*** Opening Data records ***
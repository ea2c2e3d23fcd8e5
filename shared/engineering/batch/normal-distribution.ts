import { EngineeringInputError } from '../engineering-input-error'

/**
 * Share of a normal distribution below a value.
 *
 * Model: Φ(z) = erfc(−z/√2)/2 with W. J. Cody's rational approximations of erf and erfc.
 * @param z [1] standardised value
 * @returns [1] probability from 0 to 1
 * @throws nothing; infinite arguments give 0 or 1
 *
 * Validity: absolute error below 1e-15 in the middle, relative error below 1e-13 in the tails to |z| = 37.
 * Source: cody-erf
 * Example: abramowitz-stegun Table 26.1, Φ(1.96) = 0.97500 21049
 */
export function normalProbability(z: number): number {
  const x = Math.abs(z) / Math.SQRT2
  const tail = 0.5 * complementaryError(x)
  return z > 0 ? 1 - tail : tail
}

const ERF_P = [
  3.1611237438705656, 1.13864154151050156e2, 3.77485237685302021e2, 3.20937758913846947e3,
  1.85777706184603153e-1,
]
const ERF_Q = [2.36012909523441209e1, 2.44024637934444173e2, 1.28261652607737228e3, 2.84423683343917062e3]
const MIDDLE_P = [
  5.64188496988670089e-1, 8.88314979438837594, 6.61191906371416295e1, 2.98635138197400131e2,
  8.8195222124176909e2, 1.71204761263407058e3, 2.05107837782607147e3, 1.23033935479799725e3,
  2.15311535474403846e-8,
]
const MIDDLE_Q = [
  1.57449261107098347e1, 1.17693950891312499e2, 5.37181101862009858e2, 1.62138957456669019e3,
  3.29079923573345963e3, 4.36261909014324716e3, 3.43936767414372164e3, 1.23033935480374942e3,
]
const TAIL_P = [
  3.05326634961232344e-1, 3.60344899949804439e-1, 1.25781726111229246e-1, 1.60837851487422766e-2,
  6.58749161529837803e-4, 1.63153871373020978e-2,
]
const TAIL_Q = [
  2.56852019228982242, 1.87295284992346047, 5.27905102951428412e-1, 6.05183413124413191e-2,
  2.33520497626869185e-3,
]

function complementaryError(x: number): number {
  if (x <= 0.46875) {
    const y = x * x
    let above = ERF_P[4]! * y
    let below = y
    for (let i = 0; i < 3; i++) {
      above = (above + ERF_P[i]!) * y
      below = (below + ERF_Q[i]!) * y
    }
    return 1 - (x * (above + ERF_P[3]!)) / (below + ERF_Q[3]!)
  }
  if (x <= 4) {
    let above = MIDDLE_P[8]! * x
    let below = x
    for (let i = 0; i < 7; i++) {
      above = (above + MIDDLE_P[i]!) * x
      below = (below + MIDDLE_Q[i]!) * x
    }
    return Math.exp(-x * x) * ((above + MIDDLE_P[7]!) / (below + MIDDLE_Q[7]!))
  }
  if (x > 26.5) return 0
  const y = 1 / (x * x)
  let above = TAIL_P[5]! * y
  let below = y
  for (let i = 0; i < 4; i++) {
    above = (above + TAIL_P[i]!) * y
    below = (below + TAIL_Q[i]!) * y
  }
  const series = (y * (above + TAIL_P[4]!)) / (below + TAIL_Q[4]!)
  return (Math.exp(-x * x) / x) * (1 / Math.sqrt(Math.PI) - series)
}

const CENTRE_A = [
  3.387132872796366608, 1.3314166789178437745e2, 1.9715909503065514427e3, 1.3731693765509461125e4,
  4.5921953931549871457e4, 6.7265770927008700853e4, 3.3430575583588128105e4, 2.5090809287301226727e3,
]
const CENTRE_B = [
  1, 4.2313330701600911252e1, 6.871870074920579083e2, 5.3941960214247511077e3, 2.1213794301586595867e4,
  3.930789580009271061e4, 2.8729085735721942674e4, 5.226495278852854561e3,
]
const NEAR_C = [
  1.42343711074968357734, 4.6303378461565452959, 5.7694972214606914055, 3.64784832476320460504,
  1.27045825245236838258, 2.4178072517745061177e-1, 2.27238449892691845833e-2, 7.7454501427834140764e-4,
]
const NEAR_D = [
  1, 2.05319162663775882187, 1.6763848301838038494, 6.8976733498510000455e-1, 1.4810397642748007459e-1,
  1.51986665636164571966e-2, 5.475938084995344946e-4, 1.05075007164441684324e-9,
]
const FAR_E = [
  6.6579046435011037772, 5.4637849111641143699, 1.7848265399172913358, 2.9656057182850489123e-1,
  2.6532189526576123093e-2, 1.2426609473880784386e-3, 2.71155556874348757815e-5, 2.01033439929228813265e-7,
]
const FAR_F = [
  1, 5.9983220655588793769e-1, 1.3692988092273580531e-1, 1.48753612908506148525e-2, 7.868691311456132591e-4,
  1.8463183175100546818e-5, 1.4215117583164458887e-7, 2.04426310338993978564e-15,
]

function ratio(above: readonly number[], below: readonly number[], r: number): number {
  let a = above[7]!
  let b = below[7]!
  for (let i = 6; i >= 0; i--) {
    a = a * r + above[i]!
    b = b * r + below[i]!
  }
  return a / b
}

/**
 * Value below which a given share of a normal distribution lies: the inverse of `normalProbability`.
 *
 * Model: M. J. Wichura's algorithm AS 241 (PPND16).
 * @param probability [1] above 0 and below 1
 * @returns [1] standardised value
 * @throws EngineeringInputError `outOfRange`
 *
 * Validity: relative error about 1e-16.
 * Source: wichura-as241
 * Example: abramowitz-stegun Table 26.1, the 97.5 % point is 1.959964
 */
export function normalQuantile(probability: number): number {
  if (!(probability > 0 && probability < 1))
    throw new EngineeringInputError('outOfRange', 'probability', 'A probability lies between 0 and 1')
  const q = probability - 0.5
  if (Math.abs(q) <= 0.425) return q * ratio(CENTRE_A, CENTRE_B, 0.180625 - q * q)
  const r = Math.sqrt(-Math.log(q < 0 ? probability : 1 - probability))
  const value = r <= 5 ? ratio(NEAR_C, NEAR_D, r - 1.6) : ratio(FAR_E, FAR_F, r - 5)
  return q < 0 ? -value : value
}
*** Closing Data records ***
• Your objective: The answer must restate each entry word for word.

• Task response:
repository ea2c2e3d23fcd8e5
filename shared/engineering/batch/normal-distribution.ts
import { EngineeringInputError } from '../engineering-input-error'

/**
 * Share of a normal distribution below a value.
 *
 * Model: Φ(z) = erfc(−z/√2)/2 with W. J. Cody's rational approximations of erf and erfc.
 * @param z [1] standardised value
 * @returns [1] probability from 0 to 1
 * @throws nothing; infinite arguments give 0 or 1
 *
 * Validity: absolute error below 1e-15 in the middle, relative error below 1e-13 in the tails to |z| = 37.
 * Source: cody-erf
 * Example: abramowitz-stegun Table 26.1, Φ(1.96) = 0.97500 21049
 */
export function normalProbability(z: number): number {
  const x = Math.abs(z) / Math.SQRT2
  const tail = 0.5 * complementaryError(x)
  return z > 0 ? 1 - tail : tail
}

const ERF_P = [
  3.1611237438705656, 1.13864154151050156e2, 3.77485237685302021e2, 3.20937758913846947e3,
  1.85777706184603153e-1,
]
const ERF_Q = [2.36012909523441209e1, 2.44024637934444173e2, 1.28261652607737228e3, 2.84423683343917062e3]
const MIDDLE_P = [
  5.64188496988670089e-1, 8.88314979438837594, 6.61191906371416295e1, 2.98635138197400131e2,
  8.8195222124176909e2, 1.71204761263407058e3, 2.05107837782607147e3, 1.23033935479799725e3,
  2.15311535474403846e-8,
]
const MIDDLE_Q = [
  1.57449261107098347e1, 1.17693950891312499e2, 5.37181101862009858e2, 1.62138957456669019e3,
  3.29079923573345963e3, 4.36261909014324716e3, 3.43936767414372164e3, 1.23033935480374942e3,
]
const TAIL_P = [
  3.05326634961232344e-1, 3.60344899949804439e-1, 1.25781726111229246e-1, 1.60837851487422766e-2,
  6.58749161529837803e-4, 1.63153871373020978e-2,
]
const TAIL_Q = [
  2.56852019228982242, 1.87295284992346047, 5.27905102951428412e-1, 6.05183413124413191e-2,
  2.33520497626869185e-3,
]

function complementaryError(x: number): number {
  if (x <= 0.46875) {
    const y = x * x
    let above = ERF_P[4]! * y
    let below = y
    for (let i = 0; i < 3; i++) {
      above = (above + ERF_P[i]!) * y
      below = (below + ERF_Q[i]!) * y
    }
    return 1 - (x * (above + ERF_P[3]!)) / (below + ERF_Q[3]!)
  }
  if (x <= 4) {
    let above = MIDDLE_P[8]! * x
    let below = x
    for (let i = 0; i < 7; i++) {
      above = (above + MIDDLE_P[i]!) * x
      below = (below + MIDDLE_Q[i]!) * x
    }
    return Math.exp(-x * x) * ((above + MIDDLE_P[7]!) / (below + MIDDLE_Q[7]!))
  }
  if (x > 26.5) return 0
  const y = 1 / (x * x)
  let above = TAIL_P[5]! * y
  let below = y
  for (let i = 0; i < 4; i++) {
    above = (above + TAIL_P[i]!) * y
    below = (below + TAIL_Q[i]!) * y
  }
  const series = (y * (above + TAIL_P[4]!)) / (below + TAIL_Q[4]!)
  return (Math.exp(-x * x) / x) * (1 / Math.sqrt(Math.PI) - series)
}

const CENTRE_A = [
  3.387132872796366608, 1.3314166789178437745e2, 1.9715909503065514427e3, 1.3731693765509461125e4,
  4.5921953931549871457e4, 6.7265770927008700853e4, 3.3430575583588128105e4, 2.5090809287301226727e3,
]
const CENTRE_B = [
  1, 4.2313330701600911252e1, 6.871870074920579083e2, 5.3941960214247511077e3, 2.1213794301586595867e4,
  3.930789580009271061e4, 2.8729085735721942674e4, 5.226495278852854561e3,
]
const NEAR_C = [
  1.42343711074968357734, 4.6303378461565452959, 5.7694972214606914055, 3.64784832476320460504,
  1.27045825245236838258, 2.4178072517745061177e-1, 2.27238449892691845833e-2, 7.7454501427834140764e-4,
]
const NEAR_D = [
  1, 2.05319162663775882187, 1.6763848301838038494, 6.8976733498510000455e-1, 1.4810397642748007459e-1,
  1.51986665636164571966e-2, 5.475938084995344946e-4, 1.05075007164441684324e-9,
]
const FAR_E = [
  6.6579046435011037772, 5.4637849111641143699, 1.7848265399172913358, 2.9656057182850489123e-1,
  2.6532189526576123093e-2, 1.2426609473880784386e-3, 2.71155556874348757815e-5, 2.01033439929228813265e-7,
]
const FAR_F = [
  1, 5.9983220655588793769e-1, 1.3692988092273580531e-1, 1.48753612908506148525e-2, 7.868691311456132591e-4,
  1.8463183175100546818e-5, 1.4215117583164458887e-7, 2.04426310338993978564e-15,
]

function ratio(above: readonly number[], below: readonly number[], r: number): number {
  let a = above[7]!
  let b = below[7]!
  for (let i = 6; i >= 0; i--) {
    a = a * r + above[i]!
    b = b * r + below[i]!
  }
  return a / b
}

/**
 * Value below which a given share of a normal distribution lies: the inverse of `normalProbability`.
 *
 * Model: M. J. Wichura's algorithm AS 241 (PPND16).
 * @param probability [1] above 0 and below 1
 * @returns [1] standardised value
 * @throws EngineeringInputError `outOfRange`
 *
 * Validity: relative error about 1e-16.
 * Source: wichura-as241
 * Example: abramowitz-stegun Table 26.1, the 97.5 % point is 1.959964
 */
export function normalQuantile(probability: number): number {
  if (!(probability > 0 && probability < 1))
    throw new EngineeringInputError('outOfRange', 'probability', 'A probability lies between 0 and 1')
  const q = probability - 0.5
  if (Math.abs(q) <= 0.425) return q * ratio(CENTRE_A, CENTRE_B, 0.180625 - q * q)
  const r = Math.sqrt(-Math.log(q < 0 ? probability : 1 - probability))
  const value = r <= 5 ? ratio(NEAR_C, NEAR_D, r - 1.6) : ratio(FAR_E, FAR_F, r - 5)
  return q < 0 ? -value : value
}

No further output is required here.